I have since apologized for saying something so ridiculous and callous, we both would never do anything of the sort to either one if it came to Divorce (it is NOT heading that way, last night was a REALLY GOOD day, I'm just awake due to a trigger I guess). I told her that it was said in the heat of the moment, and I do not mean it. I am not sure how to better convey that I am sorry for saying that and it is untrue.

With regards to her responses in selfish demands, it seems that she really doesn't want intimacy. I'm hoping my increase of alpha traits turns this around or it will become a big problem with me. I let her know that I have a real issue with her responses here, and that the frequency of sex for our marriage is on the low end. She claims that 1/week is normal for a healthy marriage and I disagree. To be honest, I have no idea really, but it seems low. Maybe I'm just a horndog .

I also let her know that while she might think that my touching her doesn't necessarily mean that it's a prelude to my wanting sex. I also admitted that because of her EA, I had instinctively increased my level of demanded intimacy. Since TAM, and especially since I got the balls to post this thread and receive some solid advice, I've backed off.

My question is this though. If you don't want to be considered a sexual object by your husband, why did you bother to get such nice boobs? (They are really mesmerizing to me, it's really irritating sometimes, maybe it's just the newness - June).

The rest of the questionnaire is pretty much in line with my actions (of the past) and are something I can work on to improve. I do have an issue with her response to Disrespectful Judgements, and we discussed it.

Her responding that I "imply that (she) is cheating on him" kind of sounds like she doesn't consider what she did as cheating.

I calmly, yet forcefully told her the following: "I do not believe that you think that what you did was cheating. In my eyes it was. <attempted interruption> Please let me finish my reasoning here, then you can respond. In my eyes, what you had was an Emotional Affair. You sought to fulfill emotional needs from people other than your husband, did you not? <nodding, realization> That is the definition of an Emotional Affair. And since it is an "affair", with all of the hurt and consequences that go along with that, what you did in my eyes, and most of the rest of the world, would be considered cheating."

This lead to a very positive discussion on why I am doing the things I do, how my affection had increased to an intolerable level, how my suspicion level was on high alert, why I felt so betrayed, and why my trust in her is at an all time low. I asked her to work with me to regain my trust in her. We also talked about triggers, how when she sees me "with that face" that it is likely I have experienced a trigger (or it could be me attempting alpha and just coming off as indifferent, so beware of that) and may need reassurance and understanding.

We talked a bit about her theme in her answers and how that is a trigger for her. I really don't know how to help her deal with that trigger, and I would welcome any advice I can get here.

We concluded the night with our new tradition: watching a tv show on the ipad (it's a closeness where we lay together on the bed and enjoy the show), and going to sleep. 

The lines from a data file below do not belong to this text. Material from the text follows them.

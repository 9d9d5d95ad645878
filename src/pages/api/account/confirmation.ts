import { confirmAgain } from "#src/server/account.ts";
import { route } from "#src/server/route.ts";

/** Sends the letter that confirms one's own address once more. */
export const POST = route({
  may: "in-person",
  status: 202,
  run: (given) => {
    confirmAgain(given);
    return {};
  },
});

Thank you all once again for the advice you give. This questionnaire experience led to a wonderful discussion between us, and really gives me a decent roadmap to follow.


----------



## Hijo (Sep 1, 2011)

PHTlump said:


> 7. I think you're good. You don't want to come across as needy. Your reassurance will come from monitoring her internet activity. You don't need to ask her whether she contacted other men today.
> 10. You need to spy. This is where the 180 is about reverse psychology on a wife who believes she wants divorce. Your wife says she is committed to you. You need to verify that.


Unfortunately today I reviewed her facebook activity and she contacted OM1, which lead to this evening's trigger (it won't leave my mind). Fortunately, the conversation between the two is completely innocuous. It was a continuation of a discussion happening on a post of a mutual friend discussing the elections in Spain. Still, she deleted the message and did not tell me about it.

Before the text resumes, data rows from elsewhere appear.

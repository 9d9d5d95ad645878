import type { ButtonHTMLAttributes } from "react";
import { QUIET_LOOK } from "#src/components/button-look.ts";

/** The second choice beside a button: words in petrol, underlined. */
export function QuietButton({ className, ...rest }: ButtonHTMLAttributes<HTMLButtonElement>) {
  return <button type="button" {...rest} className={`${QUIET_LOOK} min-h-6 ${className ?? ""}`} />;
}
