import { useEffect, useRef, useState } from "react";
import { Button } from "./Button.tsx";
import { CheckBox } from "./CheckBox.tsx";
import { holdFocus, useModal } from "./held-focus.ts";
import { opensKeys, setSingleKeys, singleKeysOn } from "./single-keys.ts";

export type KeyWords = { keys: string; does: string };

/** Keys that work on every page of a kit; a page adds its own. */
export const KIT_KEYS: readonly KeyWords[] = [
  { keys: "Alt and +", does: "one kit more in the run" },
  { keys: "Alt and −", does: "one kit less in the run" },
  { keys: "Shift and arrow, on the ruler", does: "the next sweet spot" },
  { keys: "Page up, page down, on the ruler", does: "ten kits more or less" },
  { keys: "Escape", does: "closes a working, leaves a cell as it was" },
  { keys: "?", does: "this list" },
];

/** A question mark lists the keys. Keys of a single letter or sign can be turned off here. */
export default function KeysHelp({ keys = KIT_KEYS }: { keys?: readonly KeyWords[] }) {
  const [open, setOpen] = useState(false);
  const [single, setSingle] = useState(true);
  const closeKey = useRef<HTMLButtonElement>(null);
  const box = useModal(open, closeKey);
  const close = () => setOpen(false);

  useEffect(() => {
    setSingle(singleKeysOn(localStorage));
    const onKey = (press: KeyboardEvent) => opensKeys(press, localStorage) && setOpen(true);
    addEventListener("keydown", onKey);
    return () => removeEventListener("keydown", onKey);
  }, []);

  return (
    <dialog
      ref={box}
      aria-label="Keys"
      onKeyDown={holdFocus}
      onCancel={(cancel) => {
        cancel.preventDefault();
        close();
      }}
      className="m-auto w-[min(560px,calc(100vw-2rem))] rounded-control border-2 border-ink bg-paper px-6 py-5 text-ink"
    >
      {open && (
        <>
          <div className="flex items-center justify-between gap-4">
            <h2 className="type-h2">Keys</h2>
            <Button ref={closeKey} size="small" onClick={close}>
              Close
            </Button>
          </div>
          <dl className="mt-2">
            {keys.map(({ keys: press, does }) => (
              <div
                key={press}
                className="hairline-b flex min-h-10 flex-wrap items-center justify-between gap-x-4 py-1"
              >
                <dt className="font-semibold">{press}</dt>
                <dd className="text-ink-2">{does}</dd>
              </div>
            ))}
          </dl>
          <CheckBox
            className="mt-3"
            label="Keys of a single sign, such as ?, are on in this browser"
            checked={single}
            onChange={(change) => {
              setSingle(change.currentTarget.checked);
              setSingleKeys(localStorage, change.currentTarget.checked);
            }}
          />
          {!single && <p className="type-label text-ink-2">Alt and ? still lists the keys.</p>}
        </>
      )}
    </dialog>
  );
}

I am not sure how to approach this with her, or even if I should (would give away that I know about it, am spying). The conversation was harmless and nothing was sexual. I'm inclined to let this specific thing go. I did however, during our great discussion last night brought up her need to always delete her messages/emails. I let her know that it gives me the impression (even if it is not her intent to do so) that she is trying to hide something from me or is afraid that I will see something and jump to conclusions. This led to another discussion regarding how it is better to tell me immediately about something I may see that might upset me rather than me finding out about it later on and that it was better to tell the truth and deal with a bit of uncomfortableness in the beginning than to lie and have the consequences be much worse.



PHTlump said:


> 11. Tell her you love her. Just make sure you're not the only one saying it and you're not always saying it first.


Interesting that this one also came up yesterday. We were on the phone, and ending the conversation (about picking up the kids from daycare and whatnot). We normally end with me saying "I love you" and her saying "love you too". This time, she said "see you in a little bit" an then a pause. I let the pause go on for about 5 seconds and then I hung up the phone.

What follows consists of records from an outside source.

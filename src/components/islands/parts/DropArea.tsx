import { type DragEvent, type ReactNode, useRef, useState } from "react";
import { Button } from "./Button.tsx";

export type DropAreaProps = {
  title: string;
  children: ReactNode;
  /** What the file dialog offers: ".csv,.tsv". */
  accept: string;
  onFile: (file: File) => void;
  onPaste?: () => void;
  picture?: ReactNode;
  /** Heading level within the page. */
  level?: 2 | 3;
  chooseLabel?: string;
  pasteLabel?: string;
};

/** Where a file is dropped, chosen or pasted. The dashed ink line is the edge of the target. */
export function DropArea({
  title,
  children,
  accept,
  onFile,
  onPaste,
  picture,
  level = 2,
  ...labels
}: DropAreaProps) {
  const [over, setOver] = useState(false);
  const input = useRef<HTMLInputElement>(null);
  const Heading = `h${level}` as const;

  function drop(event: DragEvent) {
    event.preventDefault();
    setOver(false);
    const file = event.dataTransfer.files[0];
    if (file) onFile(file);
  }

  return (
    // biome-ignore lint/a11y/useSemanticElements: a target for the pointer; the two buttons in it do the same.
    <div
      role="group"
      aria-label={title}
      onDragOver={(event) => {
        event.preventDefault();
        setOver(true);
      }}
      onDragLeave={() => setOver(false)}
      onDrop={drop}
      className={`flex gap-x-11 gap-y-6 rounded-control border-2 border-dashed border-ink px-5 py-6 max-tablet:flex-col tablet:items-center tablet:px-14 tablet:py-10 ${over ? "bg-petrol-wash" : "bg-sheet"}`}
    >
      {picture}
      <div className="grow">
        <Heading className="type-h2">{title}</Heading>
        <div className="measure-prose mt-1">{children}</div>
        <div className="mt-4 flex flex-wrap gap-3 max-tablet:flex-col">
          <Button kind="primary" onClick={() => input.current?.click()}>
            {labels.chooseLabel ?? "Choose a file"}
          </Button>
          {onPaste && <Button onClick={onPaste}>{labels.pasteLabel ?? "Paste from a spreadsheet"}</Button>}
        </div>
        <input
          ref={input}
          type="file"
          accept={accept}
          tabIndex={-1}
          aria-hidden="true"
          className="hidden"
          onChange={(change) => {
            const file = change.currentTarget.files?.[0];
            if (file) onFile(file);
            change.currentTarget.value = "";
          }}
        />
      </div>
    </div>
  );
}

About 10 seconds later I get this text: "you didn't say bye "
My response: "You didn't say I love you. Your point?"

This was before our questionnaire pow-wow but after I had spend the day over on the alpha/beta blog (god I love that place). 

She came home and thought I was mad at her. I reassured her that no, I was not.

I did give her a bit of the aloofness I think I need to. It puzzled the **** out of her! :smthumbup:


----------



## Eli-Zor (Nov 14, 2010)

Ok her contacting the OM is not good regardless of the conversation, take a copy of all his friends on facebook, their names and web links and save them on a document that you secure. Do the same for the same for her key contacts. I don't think you need an exposure , yet , unfortunately your wife is breaching your trust and it is a continuation of what may be a mild EA that can rapidly move to a full blown affair.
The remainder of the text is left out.